With approximately one quarter of its economically active population directly
employed in the OFC, and the majority of the remaining workforce employed in
secondary sectors like construction, distributive trades and catering, there is
virtually no alternative skills base on which new industries can draw. This
path dependence has been reinforced by the extraordinary high costs of land and
labour, which have crowded-out pre-existing industries.
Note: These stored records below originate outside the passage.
// Symmetrical components and the rotating waves of phasor currents.

#include <doctest/doctest.h>

#include <cmath>
#include <complex>
#include <numbers>

#include "post/sequence.hpp"

using namespace tf;
using C = std::complex<double>;

namespace {
constexpr double kDeg = std::numbers::pi / 180;
}

TEST_CASE("three-phase symmetrical components (C. L. Fortescue, Trans. AIEE 37, 1918)") {
  // A balanced set, B lagging A by 120°: all positive sequence.
  auto s = post::sequence_components({std::polar(10.0, 0.0), std::polar(10.0, -120 * kDeg), std::polar(10.0, -240 * kDeg)});
  CHECK(std::abs(s.positive) == doctest::Approx(10.0).scale(0));
  CHECK(std::abs(s.negative) < 1e-12);
  CHECK(std::abs(s.zero) < 1e-12);
  // Phases B and C swapped: all negative sequence.
  s = post::sequence_components({std::polar(10.0, 0.0), std::polar(10.0, 120 * kDeg), std::polar(10.0, 240 * kDeg)});
  CHECK(std::abs(s.negative) == doctest::Approx(10.0).scale(0));
  CHECK(std::abs(s.positive) < 1e-12);
  // Phase A alone: a third of it in each sequence.
  s = post::sequence_components({C(9.0, 0.0), C(0.0, 0.0), C(0.0, 0.0)});
  CHECK(std::abs(s.positive) == doctest::Approx(3.0).scale(0));
  CHECK(std::abs(s.negative) == doctest::Approx(3.0).scale(0));
  CHECK(std::abs(s.zero) == doctest::Approx(3.0).scale(0));
}

TEST_CASE("two-phase currents 60 degrees apart: backward/forward = tan 15 degrees, by hand") {
  // I_f = (I_A + j I_B)/2, I_b = (I_A - j I_B)/2 with I_B = I e^{-j60°}: |1 + e^{j30°}| = 2 cos 15°,
  // |1 - e^{j30°}| = 2 sin 15°, so the ratio is tan 15° = 0.267949.
  const std::vector<C> currents = {C(1.0, 0.0), std::polar(1.0, -60 * kDeg)};
  const auto s = post::sequence_components(currents);
  CHECK(std::abs(s.negative) / std::abs(s.positive) == doctest::Approx(0.267949).epsilon(1e-5).scale(0));
  // Through unit fields of a balanced two-phase winding (B's wave turned 90° ahead of A's):
  const auto w = post::rotating_waves(currents, {C(0.1, 0.0), C(0.0, 0.1)});
  CHECK(w.backward / w.forward == doctest::Approx(0.267949).epsilon(1e-5).scale(0));
}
Taking measures to
diversify the local economy will therefore require politically unpalatable steps
to significantly reduce the domestic cost base.”
For all of the above reasons, plus the
continued lack of transparency of Jersey trusts and offshore companies, and
despite the flurry of tax information exchange agreements signed since 2009
(which are highly ineffective anyway), Jersey is assessed with a secrecy score
of 75 and clearly well deserves its position at number nine in the overall
ranking.
Sources and further reading
-
Hampton, M (1996), The
Offshore Interface: tax Havens in the Global Economy, Palgrave Macmillan:
Basingstoke.
-
Hampton, M and Abbott, J (eds.) (1999), Offshore Finance Centres and Tax Havens: The Rise of Global Capitalism,
Palgrave Macmillan: Basingstoke.
-
Shaxson, N (2012), Treasure
Islands: Tax Havens and the Men who Stole the World, Vintage Books: London.
[i] This narrative report
is based on information up to date at 21st October 2013, however all
references to FSI scores or ratings reflect the 2013 results.